- DESCRIPTION OF THE TASK -
What you return must be every line below that includes the word "bits".

....

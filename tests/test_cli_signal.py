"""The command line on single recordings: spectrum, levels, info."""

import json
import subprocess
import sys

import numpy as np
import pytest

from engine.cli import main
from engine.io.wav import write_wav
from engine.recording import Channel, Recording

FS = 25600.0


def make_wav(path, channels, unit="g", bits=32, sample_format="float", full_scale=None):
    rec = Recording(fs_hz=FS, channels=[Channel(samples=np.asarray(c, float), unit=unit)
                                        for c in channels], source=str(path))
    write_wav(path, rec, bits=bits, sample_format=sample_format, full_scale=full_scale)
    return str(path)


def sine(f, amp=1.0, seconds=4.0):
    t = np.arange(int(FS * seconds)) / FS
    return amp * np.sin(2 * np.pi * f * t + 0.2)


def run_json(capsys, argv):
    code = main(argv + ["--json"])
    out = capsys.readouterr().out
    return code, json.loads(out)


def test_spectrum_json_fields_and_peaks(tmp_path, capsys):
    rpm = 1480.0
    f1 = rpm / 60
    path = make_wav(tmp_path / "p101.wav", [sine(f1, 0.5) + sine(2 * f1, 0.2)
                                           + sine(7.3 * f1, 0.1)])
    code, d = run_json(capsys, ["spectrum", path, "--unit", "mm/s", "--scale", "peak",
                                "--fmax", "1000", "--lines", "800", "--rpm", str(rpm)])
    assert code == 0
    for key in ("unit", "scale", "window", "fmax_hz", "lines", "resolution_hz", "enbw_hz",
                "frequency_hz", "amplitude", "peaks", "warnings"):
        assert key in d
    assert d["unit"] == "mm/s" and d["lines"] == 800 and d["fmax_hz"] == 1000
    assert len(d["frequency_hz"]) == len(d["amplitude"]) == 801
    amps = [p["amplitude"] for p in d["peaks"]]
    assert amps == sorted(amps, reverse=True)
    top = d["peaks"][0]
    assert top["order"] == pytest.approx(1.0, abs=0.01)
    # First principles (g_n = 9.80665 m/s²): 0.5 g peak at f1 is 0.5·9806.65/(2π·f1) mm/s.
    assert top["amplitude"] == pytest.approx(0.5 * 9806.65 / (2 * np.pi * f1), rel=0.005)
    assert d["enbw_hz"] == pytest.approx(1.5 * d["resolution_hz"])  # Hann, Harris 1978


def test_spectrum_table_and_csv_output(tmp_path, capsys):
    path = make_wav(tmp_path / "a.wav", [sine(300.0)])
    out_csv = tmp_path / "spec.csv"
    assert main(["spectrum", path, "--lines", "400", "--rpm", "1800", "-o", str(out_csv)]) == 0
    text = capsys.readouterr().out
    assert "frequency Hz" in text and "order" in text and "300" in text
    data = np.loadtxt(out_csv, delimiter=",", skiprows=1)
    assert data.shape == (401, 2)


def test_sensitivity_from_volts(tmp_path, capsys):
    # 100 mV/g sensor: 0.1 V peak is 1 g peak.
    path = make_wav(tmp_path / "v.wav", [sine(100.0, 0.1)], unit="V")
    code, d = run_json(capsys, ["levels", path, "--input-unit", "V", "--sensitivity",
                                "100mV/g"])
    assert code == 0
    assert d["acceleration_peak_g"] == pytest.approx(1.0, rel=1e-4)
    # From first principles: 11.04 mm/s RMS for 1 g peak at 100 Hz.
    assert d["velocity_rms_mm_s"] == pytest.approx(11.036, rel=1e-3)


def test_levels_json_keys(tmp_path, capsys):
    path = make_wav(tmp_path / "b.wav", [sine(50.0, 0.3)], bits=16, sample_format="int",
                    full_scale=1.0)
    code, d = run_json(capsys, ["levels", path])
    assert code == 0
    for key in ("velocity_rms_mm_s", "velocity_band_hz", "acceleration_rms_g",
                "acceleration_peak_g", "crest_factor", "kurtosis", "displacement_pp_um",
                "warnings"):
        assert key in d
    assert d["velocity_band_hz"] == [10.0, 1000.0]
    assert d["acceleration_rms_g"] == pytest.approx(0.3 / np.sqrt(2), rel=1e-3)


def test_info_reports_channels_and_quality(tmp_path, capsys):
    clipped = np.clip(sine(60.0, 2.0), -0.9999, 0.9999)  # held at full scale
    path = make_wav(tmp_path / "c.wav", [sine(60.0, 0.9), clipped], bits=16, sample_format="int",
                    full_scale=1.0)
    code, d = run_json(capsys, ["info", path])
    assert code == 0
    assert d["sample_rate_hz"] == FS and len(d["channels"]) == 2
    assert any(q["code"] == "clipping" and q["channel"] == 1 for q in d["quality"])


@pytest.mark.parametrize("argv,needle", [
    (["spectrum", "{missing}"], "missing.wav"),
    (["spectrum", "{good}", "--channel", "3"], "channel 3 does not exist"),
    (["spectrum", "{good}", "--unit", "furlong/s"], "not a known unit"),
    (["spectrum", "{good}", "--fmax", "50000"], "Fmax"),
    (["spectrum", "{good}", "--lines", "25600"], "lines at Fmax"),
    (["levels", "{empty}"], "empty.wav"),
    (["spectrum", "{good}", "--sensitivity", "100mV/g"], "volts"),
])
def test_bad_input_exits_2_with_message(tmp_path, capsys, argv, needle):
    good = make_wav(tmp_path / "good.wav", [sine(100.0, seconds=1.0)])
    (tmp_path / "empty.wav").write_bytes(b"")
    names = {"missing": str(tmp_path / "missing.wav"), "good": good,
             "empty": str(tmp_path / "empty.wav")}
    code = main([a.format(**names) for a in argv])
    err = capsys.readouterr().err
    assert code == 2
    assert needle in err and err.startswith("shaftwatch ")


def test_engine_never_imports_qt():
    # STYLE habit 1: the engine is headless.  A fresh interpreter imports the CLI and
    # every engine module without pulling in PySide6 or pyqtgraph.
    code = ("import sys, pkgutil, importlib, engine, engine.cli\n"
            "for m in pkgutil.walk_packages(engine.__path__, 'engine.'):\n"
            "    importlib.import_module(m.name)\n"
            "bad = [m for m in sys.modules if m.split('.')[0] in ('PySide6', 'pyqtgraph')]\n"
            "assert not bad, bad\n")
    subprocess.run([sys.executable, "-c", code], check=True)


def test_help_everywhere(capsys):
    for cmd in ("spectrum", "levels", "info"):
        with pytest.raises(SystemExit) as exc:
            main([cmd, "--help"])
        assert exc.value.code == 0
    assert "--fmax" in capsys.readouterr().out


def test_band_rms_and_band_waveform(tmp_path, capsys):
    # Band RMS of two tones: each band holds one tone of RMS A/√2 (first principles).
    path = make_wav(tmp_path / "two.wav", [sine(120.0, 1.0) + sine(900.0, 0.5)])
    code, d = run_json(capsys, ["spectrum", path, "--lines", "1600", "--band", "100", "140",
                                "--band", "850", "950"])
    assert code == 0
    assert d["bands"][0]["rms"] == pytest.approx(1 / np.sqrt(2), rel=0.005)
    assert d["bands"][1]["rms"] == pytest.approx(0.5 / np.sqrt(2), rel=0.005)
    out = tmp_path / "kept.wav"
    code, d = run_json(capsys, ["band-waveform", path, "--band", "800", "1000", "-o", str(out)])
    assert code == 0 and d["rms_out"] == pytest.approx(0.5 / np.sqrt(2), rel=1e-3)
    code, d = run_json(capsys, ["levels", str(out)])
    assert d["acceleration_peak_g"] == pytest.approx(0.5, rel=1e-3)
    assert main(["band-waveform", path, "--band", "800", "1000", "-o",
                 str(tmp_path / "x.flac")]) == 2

....

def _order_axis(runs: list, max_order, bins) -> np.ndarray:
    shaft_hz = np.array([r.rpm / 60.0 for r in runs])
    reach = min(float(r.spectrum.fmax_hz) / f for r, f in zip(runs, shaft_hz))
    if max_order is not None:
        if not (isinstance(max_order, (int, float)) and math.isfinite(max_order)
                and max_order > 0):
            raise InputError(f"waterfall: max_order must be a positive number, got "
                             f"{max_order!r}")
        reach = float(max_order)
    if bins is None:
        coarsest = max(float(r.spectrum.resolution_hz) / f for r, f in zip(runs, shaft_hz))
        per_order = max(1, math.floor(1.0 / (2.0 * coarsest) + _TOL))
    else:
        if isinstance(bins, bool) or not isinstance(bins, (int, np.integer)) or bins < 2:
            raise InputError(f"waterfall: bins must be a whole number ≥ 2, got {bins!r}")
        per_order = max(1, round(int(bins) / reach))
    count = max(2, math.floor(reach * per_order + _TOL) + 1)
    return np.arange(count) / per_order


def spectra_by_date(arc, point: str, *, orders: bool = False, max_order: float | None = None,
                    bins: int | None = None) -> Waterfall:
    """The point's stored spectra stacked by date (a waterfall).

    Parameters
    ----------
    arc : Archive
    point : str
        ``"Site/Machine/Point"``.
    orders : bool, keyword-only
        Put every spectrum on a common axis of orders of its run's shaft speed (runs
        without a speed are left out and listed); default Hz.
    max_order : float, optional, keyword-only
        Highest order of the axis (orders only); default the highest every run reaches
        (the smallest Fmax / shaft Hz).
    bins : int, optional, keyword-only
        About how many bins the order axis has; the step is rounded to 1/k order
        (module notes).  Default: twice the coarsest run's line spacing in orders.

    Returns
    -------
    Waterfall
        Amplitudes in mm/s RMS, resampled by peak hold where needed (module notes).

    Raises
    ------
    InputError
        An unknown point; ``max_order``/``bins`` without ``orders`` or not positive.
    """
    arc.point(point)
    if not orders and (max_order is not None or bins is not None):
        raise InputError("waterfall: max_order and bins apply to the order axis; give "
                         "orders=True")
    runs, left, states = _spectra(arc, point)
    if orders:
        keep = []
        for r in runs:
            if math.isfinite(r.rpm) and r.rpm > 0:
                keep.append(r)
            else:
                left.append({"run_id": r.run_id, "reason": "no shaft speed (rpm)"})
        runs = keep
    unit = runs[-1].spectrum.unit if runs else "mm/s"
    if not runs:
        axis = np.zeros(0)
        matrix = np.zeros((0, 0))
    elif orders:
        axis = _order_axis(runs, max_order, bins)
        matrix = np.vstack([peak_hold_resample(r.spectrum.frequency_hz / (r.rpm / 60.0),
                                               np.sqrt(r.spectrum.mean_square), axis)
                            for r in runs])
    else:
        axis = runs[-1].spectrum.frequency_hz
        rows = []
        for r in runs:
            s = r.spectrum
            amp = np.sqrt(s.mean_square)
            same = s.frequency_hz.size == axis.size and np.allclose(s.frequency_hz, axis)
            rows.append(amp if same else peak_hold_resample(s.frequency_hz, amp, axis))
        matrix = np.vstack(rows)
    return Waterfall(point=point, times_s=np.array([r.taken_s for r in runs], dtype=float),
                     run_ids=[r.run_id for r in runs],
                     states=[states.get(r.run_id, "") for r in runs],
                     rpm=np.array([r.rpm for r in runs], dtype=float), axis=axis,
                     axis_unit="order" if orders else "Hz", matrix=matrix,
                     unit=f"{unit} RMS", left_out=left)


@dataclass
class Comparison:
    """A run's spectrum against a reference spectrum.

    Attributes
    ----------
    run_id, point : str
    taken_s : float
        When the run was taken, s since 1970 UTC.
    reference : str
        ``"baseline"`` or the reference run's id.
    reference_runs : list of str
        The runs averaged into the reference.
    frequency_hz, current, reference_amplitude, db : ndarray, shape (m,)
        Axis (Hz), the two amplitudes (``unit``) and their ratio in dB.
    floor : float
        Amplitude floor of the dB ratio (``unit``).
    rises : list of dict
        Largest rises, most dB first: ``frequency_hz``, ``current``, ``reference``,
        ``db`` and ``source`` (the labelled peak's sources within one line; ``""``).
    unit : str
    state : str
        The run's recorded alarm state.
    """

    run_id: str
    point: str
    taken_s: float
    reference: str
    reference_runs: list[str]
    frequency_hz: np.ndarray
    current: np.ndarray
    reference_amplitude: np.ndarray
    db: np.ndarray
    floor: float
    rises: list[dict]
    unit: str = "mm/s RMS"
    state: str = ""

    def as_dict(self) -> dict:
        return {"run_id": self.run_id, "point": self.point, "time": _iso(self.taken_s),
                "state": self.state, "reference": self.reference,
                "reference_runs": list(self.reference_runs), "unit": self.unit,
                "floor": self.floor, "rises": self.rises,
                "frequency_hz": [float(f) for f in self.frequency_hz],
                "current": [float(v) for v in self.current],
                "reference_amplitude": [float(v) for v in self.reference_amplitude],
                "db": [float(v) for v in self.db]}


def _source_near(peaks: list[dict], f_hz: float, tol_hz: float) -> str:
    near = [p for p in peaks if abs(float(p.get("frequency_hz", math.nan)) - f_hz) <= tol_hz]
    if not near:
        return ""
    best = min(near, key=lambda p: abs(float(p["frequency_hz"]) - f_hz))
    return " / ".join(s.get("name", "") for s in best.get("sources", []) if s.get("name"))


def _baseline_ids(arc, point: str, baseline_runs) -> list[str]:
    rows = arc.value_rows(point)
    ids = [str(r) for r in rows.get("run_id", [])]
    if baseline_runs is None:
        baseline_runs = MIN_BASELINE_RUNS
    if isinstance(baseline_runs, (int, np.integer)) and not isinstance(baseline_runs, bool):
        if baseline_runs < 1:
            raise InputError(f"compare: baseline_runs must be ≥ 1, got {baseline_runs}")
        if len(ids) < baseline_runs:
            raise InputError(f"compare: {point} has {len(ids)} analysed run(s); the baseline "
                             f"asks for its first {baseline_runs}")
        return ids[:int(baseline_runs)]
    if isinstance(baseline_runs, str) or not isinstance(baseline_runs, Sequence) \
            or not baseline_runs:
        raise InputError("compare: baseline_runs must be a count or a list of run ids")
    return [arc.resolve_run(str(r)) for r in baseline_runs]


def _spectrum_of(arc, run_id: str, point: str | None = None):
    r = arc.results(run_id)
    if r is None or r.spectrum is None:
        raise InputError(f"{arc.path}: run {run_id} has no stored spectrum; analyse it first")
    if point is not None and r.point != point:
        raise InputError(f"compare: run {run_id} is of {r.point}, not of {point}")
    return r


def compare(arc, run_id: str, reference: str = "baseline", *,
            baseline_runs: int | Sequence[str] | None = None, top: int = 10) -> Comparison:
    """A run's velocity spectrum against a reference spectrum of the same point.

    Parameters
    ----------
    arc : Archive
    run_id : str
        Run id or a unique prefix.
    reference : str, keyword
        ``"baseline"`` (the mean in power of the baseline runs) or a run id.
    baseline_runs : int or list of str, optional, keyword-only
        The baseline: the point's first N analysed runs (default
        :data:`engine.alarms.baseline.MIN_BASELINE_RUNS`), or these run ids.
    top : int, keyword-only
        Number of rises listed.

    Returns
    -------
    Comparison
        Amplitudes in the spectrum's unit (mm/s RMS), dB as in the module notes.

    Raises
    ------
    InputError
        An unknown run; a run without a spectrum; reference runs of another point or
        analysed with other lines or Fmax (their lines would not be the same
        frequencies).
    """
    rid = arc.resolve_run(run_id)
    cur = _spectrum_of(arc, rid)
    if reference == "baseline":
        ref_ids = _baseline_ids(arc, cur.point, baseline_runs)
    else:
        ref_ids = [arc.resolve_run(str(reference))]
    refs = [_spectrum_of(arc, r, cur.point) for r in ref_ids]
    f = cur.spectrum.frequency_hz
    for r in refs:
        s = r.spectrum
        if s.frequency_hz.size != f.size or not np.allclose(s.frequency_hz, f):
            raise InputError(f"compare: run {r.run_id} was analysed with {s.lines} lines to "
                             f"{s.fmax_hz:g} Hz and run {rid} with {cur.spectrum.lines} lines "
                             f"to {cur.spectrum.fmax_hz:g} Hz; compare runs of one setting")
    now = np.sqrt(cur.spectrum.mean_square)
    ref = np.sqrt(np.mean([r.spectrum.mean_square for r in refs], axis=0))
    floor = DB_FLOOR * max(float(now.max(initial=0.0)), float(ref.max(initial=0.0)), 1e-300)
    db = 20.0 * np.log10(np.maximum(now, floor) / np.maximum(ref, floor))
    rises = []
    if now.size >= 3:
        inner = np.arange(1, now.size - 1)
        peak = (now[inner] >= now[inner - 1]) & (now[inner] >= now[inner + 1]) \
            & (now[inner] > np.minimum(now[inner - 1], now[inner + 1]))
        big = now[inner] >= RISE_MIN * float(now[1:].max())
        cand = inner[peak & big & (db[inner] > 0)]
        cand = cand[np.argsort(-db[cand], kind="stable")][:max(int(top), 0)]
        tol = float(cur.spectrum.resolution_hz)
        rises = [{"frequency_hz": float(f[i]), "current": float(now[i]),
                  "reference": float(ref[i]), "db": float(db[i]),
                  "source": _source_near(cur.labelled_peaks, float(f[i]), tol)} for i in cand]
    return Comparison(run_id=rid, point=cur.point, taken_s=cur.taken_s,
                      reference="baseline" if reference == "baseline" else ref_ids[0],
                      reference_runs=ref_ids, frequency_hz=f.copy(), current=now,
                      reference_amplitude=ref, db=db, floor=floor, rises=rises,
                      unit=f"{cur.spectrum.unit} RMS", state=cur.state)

....

- ANSWER FOR THE TASK -
def make_wav(path, channels, unit="g", bits=32, sample_format="float", full_scale=None):
    write_wav(path, rec, bits=bits, sample_format=sample_format, full_scale=full_scale)
    path = make_wav(tmp_path / "b.wav", [sine(50.0, 0.3)], bits=16, sample_format="int",
    path = make_wav(tmp_path / "c.wav", [sine(60.0, 0.9), clipped], bits=16, sample_format="int",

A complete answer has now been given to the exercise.